Runtime exceptions with SSL enabled
-
I have been using the containerized FusionAuth application and am having issues with using it with SSL enabled. When enabled and accessing it via HTTPS I am able to login, add users, and do basic admin tasks using the admin application however certain functionality is not working. For instance, adds or edits of tenants or API keys all throw exceptions. Calling the API for these tasks results in the same exception. If you access it via HTTP only, non SSL, it works without issue however I require SSL to the application. The exception stack trace is:
ERROR io.fusionauth.http.server.HTTPServerThread - An exception was thrown during processing java.lang.IllegalStateException: A buffer overflow is not expected during an unwrap operation. This occurs because the preamble or body buffers are too small. Increase their sizes to avoid this issue. at io.fusionauth.http.server.HTTPS11Processor.read(HTTPS11Processor.java:191) at io.fusionauth.http.server.HTTPServerThread.read(HTTPServerThread.java:348) at io.fusionauth.http.server.HTTPServerThread.run(HTTPServerThread.java:176)To configure SSL, I have used both the file based and raw content environment variables to specify the certificate and private key. Both have the same result of the above exception when SSL is enabled. This is also noted in a similar post here but it had no resolution besides not using SSL.
How have people configured this to get it working without the exceptions above?
-
@jgerman Where is your stack trace coming from? The API call you made? Is there anything in the admin UI debugging that you can share?
-
@mark-robustelli That is coming from the container logs. We see these in the logs when the large API call or admin call is made. The server gives back an empty response for these calls. The admin UI just displays a blank page when these large calls are made. I'm happy to provide anything else that would be helpful.
-
@jgerman I hope to get some time early next week to try and recreate. Anything else you can provide to help me do so will be greatly appreciated. From your last post it sounds like things work, this happens, they stop working. After the call has timed out, does the system begin to run properly again? Can you please provide and example of what you are calling a "large API call or admin call"?
-
M matth referenced this topic on
-
jgerman Based on your discussion in the other thread, can you tell me a little more about how you have your FusionAuth configured to run? That may have something to do with the issue here.
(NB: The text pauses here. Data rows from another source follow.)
/**
 * Run one charging event of a {@link ChargeModel} against a bus load: from the initial voltage,
 * regime by regime (feed mode × load state), each linear regime in closed form (exact power-trace
 * terms: constants, e^(−s/τ), e^(−2s/τ), ramps) and each nonlinear one (constant-power terms) by
 * odex into piecewise-linear segments ({@link integrateBusOde}), until the completion threshold,
 * the dwell or the timeout. At the timeout the outcome is `timed-out` (the firmware's timer ended
 * the attempt), with `busStalled` true when the bus would never have reached the threshold (it
 * settles below it, is held at 0 V, or cycles with the load switching). A protection of the
 * completion rule (`completion.protection`) that fires first ends the attempt at that exact moment
 * with the outcome `tripped` and `trippedBy` ({@link ProtectionMonitor}).
 *
 * Energy bookkeeping: source = ΔE_C + Σ parts + load, where a short across a charged capacitor
 * dumps C·V0²/2 into the load at t = 0.
 * Source: Hayt, Kemmerly & Durbin, Engineering Circuit Analysis, 8th ed. (2012), §8.3 and §8.8
 * (first-order RC responses); the energy identity is Tellegen's theorem, Desoer & Kuh, Basic
 * Circuit Theory (1969), §9.5 (section numbers from memory).
 * Cost: O(regime changes × parts) for linear regimes, plus the ODE work for nonlinear ones
 * (a repeated nonlinear stretch, as in load cycling, is integrated once and reused).
 * @throws InputError for bad conditions (see {@link resolveCompletion}) or too many regime changes
 */
export function runChargeEvent(model: ChargeModel, load: BusLoad, conditions: ChargeConditions): CircuitResult {
  const rule: ResolvedCompletion = resolveCompletion(conditions);
  const c = model.capacitanceF;
  const vs = conditions.sourceVoltageV;
  const v0 = conditions.initialVoltageV;
  const wantSamples = conditions.wantSamples === true;
  const traces: Record<string, PowerSegment[]> = {};
  for (const role of model.traceRoles) traces[role] = [];
  const partsJ: Record<string, number> = {};
  for (const role of model.traceRoles) partsJ[role] = 0;
  let sourceJ = 0;
  let loadJ = 0;
  const samples: CircuitSample[] = [];

  let v = v0;
  let regime: BusRegime;
  if (load.kind === "short") {
    loadJ += 0.5 * c * v0 * v0; // the capacitor empties into the short at t = 0
    v = 0;
    regime = buildRegime(model, load, model.initialMode(0), true, true);
  } else {
    regime = buildRegime(model, load, model.initialMode(v0), busLoadStartsOn(load, v0), false);
    if (v === 0 && regime.h === 0 && regime.g0 < 0) regime = buildRegime(model, load, regime.mode, regime.loadOn, true);
  }
  const threshold = rule.thresholdV;
  const completeLevel: BusLevel[] = threshold === undefined ? [] : [{ voltageV: threshold, rising: true, key: "complete" }];
  const levelsOf = (r: BusRegime): readonly BusLevel[] => (r.clamped ? [] : [...r.levels, ...completeLevel]);
  const scaleV = Math.max(vs, v0, ...(load.kind === "constant-power" || load.kind === "constant-current" ? [busLoadThresholds(load).enableV] : []));
  const limitS = Math.min(rule.dwellS, rule.timeoutS);
  const cache = new Map<string, RegimeStretch>();
  if (conditions.completion.protection !== undefined) validateProtection(conditions.completion.protection);
  const monitor = conditions.completion.protection === undefined ? undefined : new ProtectionMonitor(conditions.completion.protection);
  let trippedBy: ProtectionFiring | undefined;

  let t = 0;
  let outcome: CircuitOutcome | undefined;
  let busStalled = false;
  let reason = "";
  if (threshold !== undefined && v >= threshold) {
    outcome = "completed";
    reason = `bus already at ${reasonNumber(v)} V, at or above ${rule.thresholdWords}`;
  }
  let changes = 0;
  let segmentCount = 0;
  // the element's current is monotone along each stretch (V is, and the current is affine in V, or
  // g0 − g1·V + h/V with h ≥ 0): its peak is at a stretch's start or end
  // (a constant-power feed at 0 V, which no stretch starts from, counts without its h/V term)
  const feedAt = (r: BusRegime, x: number): number => r.feed.g0 - r.feed.g1 * x + (r.feed.h === 0 || !(x > 0) ? 0 : r.feed.h / x);
  let peakCurrentA = feedAt(regime, v);
  while (outcome === undefined) {
    const remaining = limitS - t;
    const levels = levelsOf(regime);
    let stretch: RegimeStretch;
    if (regime.h === 0) stretch = linearStretch(regime, c, v, remaining, levels, wantSamples);
    else {
      const key = `${regime.key}@${v}`;
      const cached = cache.get(key);
      if (cached !== undefined && cached.durationS <= remaining) stretch = cached;
      else {
        stretch = integrateBusOde(regime, c, v, remaining, levels, scaleV, wantSamples);
        if (stretch.level !== undefined) cache.set(key, stretch);
      }
    }
    if (monitor !== undefined) {
      trippedBy = monitor.scan(stretchPath(regime, c, t, v, stretch.durationS, stretch.endVoltageV, scaleV));
      if (trippedBy !== undefined) {
        const cutS = trippedBy.timeS - t;
        stretch = regime.h === 0 ? linearStretch(regime, c, v, cutS, [], wantSamples) : integrateBusOde(regime, c, v, cutS, [], scaleV, wantSamples);
      }
    }
    for (const [key, segs] of Object.entries(stretch.segments)) {
      if (traces[key] === undefined) continue;
      for (const s of segs) traces[key]!.push({ ...s, startS: s.startS + t });
      segmentCount += segs.length;
    }
    for (const [key, e] of Object.entries(stretch.partsJ)) partsJ[key] = (partsJ[key] ?? 0) + e;
    sourceJ += stretch.sourceJ;
    loadJ += stretch.loadJ;
    for (const s of stretch.samples) samples.push({ ...s, timeS: s.timeS + t });
    t = trippedBy !== undefined ? trippedBy.timeS : stretch.level === undefined ? limitS : t + stretch.durationS;
    peakCurrentA = Math.max(peakCurrentA, feedAt(regime, v), feedAt(regime, stretch.endVoltageV));
    v = stretch.endVoltageV;
    if (trippedBy !== undefined) {
      outcome = "tripped";
      reason = `${trippedBy.words}; attempt ended with the bus at ${reasonNumber(v)} V`;
      break;
    }
    const level = stretch.level;
    if (level === undefined) {
      if (rule.dwellS <= rule.timeoutS) {
        outcome = "completed";
        reason = `fixed dwell of ${reasonNumber(rule.dwellS)} s ended with the bus at ${reasonNumber(v)} V`;
      } else if (threshold === undefined) {
        outcome = "timed-out";
        reason = `timeout at ${reasonNumber(t)} s before the dwell of ${reasonNumber(rule.dwellS)} s ended; bus at ${reasonNumber(v)} V`;
      } else {
        const p = project(model, load, regime, v, levelsOf);
        if (p.kind === "reaches") {
          outcome = "timed-out";
          reason = `timeout at ${reasonNumber(t)} s with the bus at ${reasonNumber(v)} V, still short of ${rule.thresholdWords}`;
        } else if (p.kind === "settles") {
          outcome = "timed-out";
          busStalled = true;
          reason = regime.clamped
            ? `bus held at 0 V (${load.kind === "short" ? "shorted" : "the load takes more than the source can give"}), below ${rule.thresholdWords}; timeout at ${reasonNumber(t)} s`
            : `bus settles at ${reasonNumber(p.voltageV)} V, below ${rule.thresholdWords}; timeout at ${reasonNumber(t)} s with the bus at ${reasonNumber(v)} V`;
        } else {
          outcome = "timed-out";
          busStalled = true;
          reason = `bus cycles between ${reasonNumber(p.lowV)} V and ${reasonNumber(p.highV)} V as the load switches on and off, below ${rule.thresholdWords}; timeout at ${reasonNumber(t)} s`;
        }
      }
      break;
    }
    if (level.key === "complete") {
      outcome = "completed";
      reason = `bus reached ${rule.thresholdWords} at ${reasonNumber(t)} s`;
      break;
    }
    if (++changes > EVENT_LIMITS.regimeChanges || segmentCount > EVENT_LIMITS.traceSegments)
      throw inputError(
        "out-of-range",
        "completion.timeoutS",
        `a timeout short enough for at most ${EVENT_LIMITS.regimeChanges} load or mode changes and ${EVENT_LIMITS.traceSegments} power segments ` +
          `(the bus switched ${changes} times in the first ${reasonNumber(t)} s)`,
        describeFound(rule.timeoutS),
      );
    regime = nextRegime(model, load, regime, level);
    v = level.voltageV;
    if (v === 0 && regime.h === 0 && regime.g0 < 0 && !regime.clamped) regime = buildRegime(model, load, regime.mode, regime.loadOn, true);
  }
  if (wantSamples) {
    const fr = regime.feed;
    samples.push({ timeS: t, voltageV: v, currentA: fr.g0 - fr.g1 * v + (fr.h === 0 ? 0 : fr.h / v), capacitorCurrentA: capacitorCurrent(regime, v) });
  }
  const result: CircuitResult = {
    outcome: outcome!,
    busStalled,
    reason,
    durationS: t,
    endVoltageV: v,
    traces,
    energy: { sourceJ, storedJ: 0.5 * c * (v * v - v0 * v0), loadJ, partsJ },
    ...(trippedBy === undefined ? {} : { trippedBy }),
    ...(wantSamples ? { samples } : {}),
    peakCurrentA,
  };
  return result;
}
Once I get that info and an example of the "large API call", I can work on reproducing.
-
@mark-robustelli Yes, the configuration is using the SSL private key and certificate properties through environment variables with SSL enabled. Specifically the FUSIONAUTH_APP_HTTPS_PRIVATE_KEY, FUSIONAUTH_APP_HTTPS_CERTIFICATE, and FUSIONAUTH_APP_HTTPS_ENABLED environment variables.
Large API or admin call wise, the most obvious thing I've seen is going into the admin application and just try to edit or create a tenant, you don't have to change anything if editing, and try to hit save. Creating/editing a tenant or creating/editing an API key at minimum are the most obvious places I've consistently seen the issue. API calls for these same functions, tenant add/edit and API key add/edit, have the same issue.
I haven't done a lot of parallel request testing but the application for everything else still seems ok while these specific requests are erroring. These large calls will fail and an error will be in the container logs but everything else stays up and continues to run.
Let me know if I can provide more information.
-
@jgerman Sorry I have been out of touch. I just saw this issue come up that sounds like the same thing you are experiencing. Please follow this issue. When the fix is available, please let us know if this solved your issue to. I believe it will.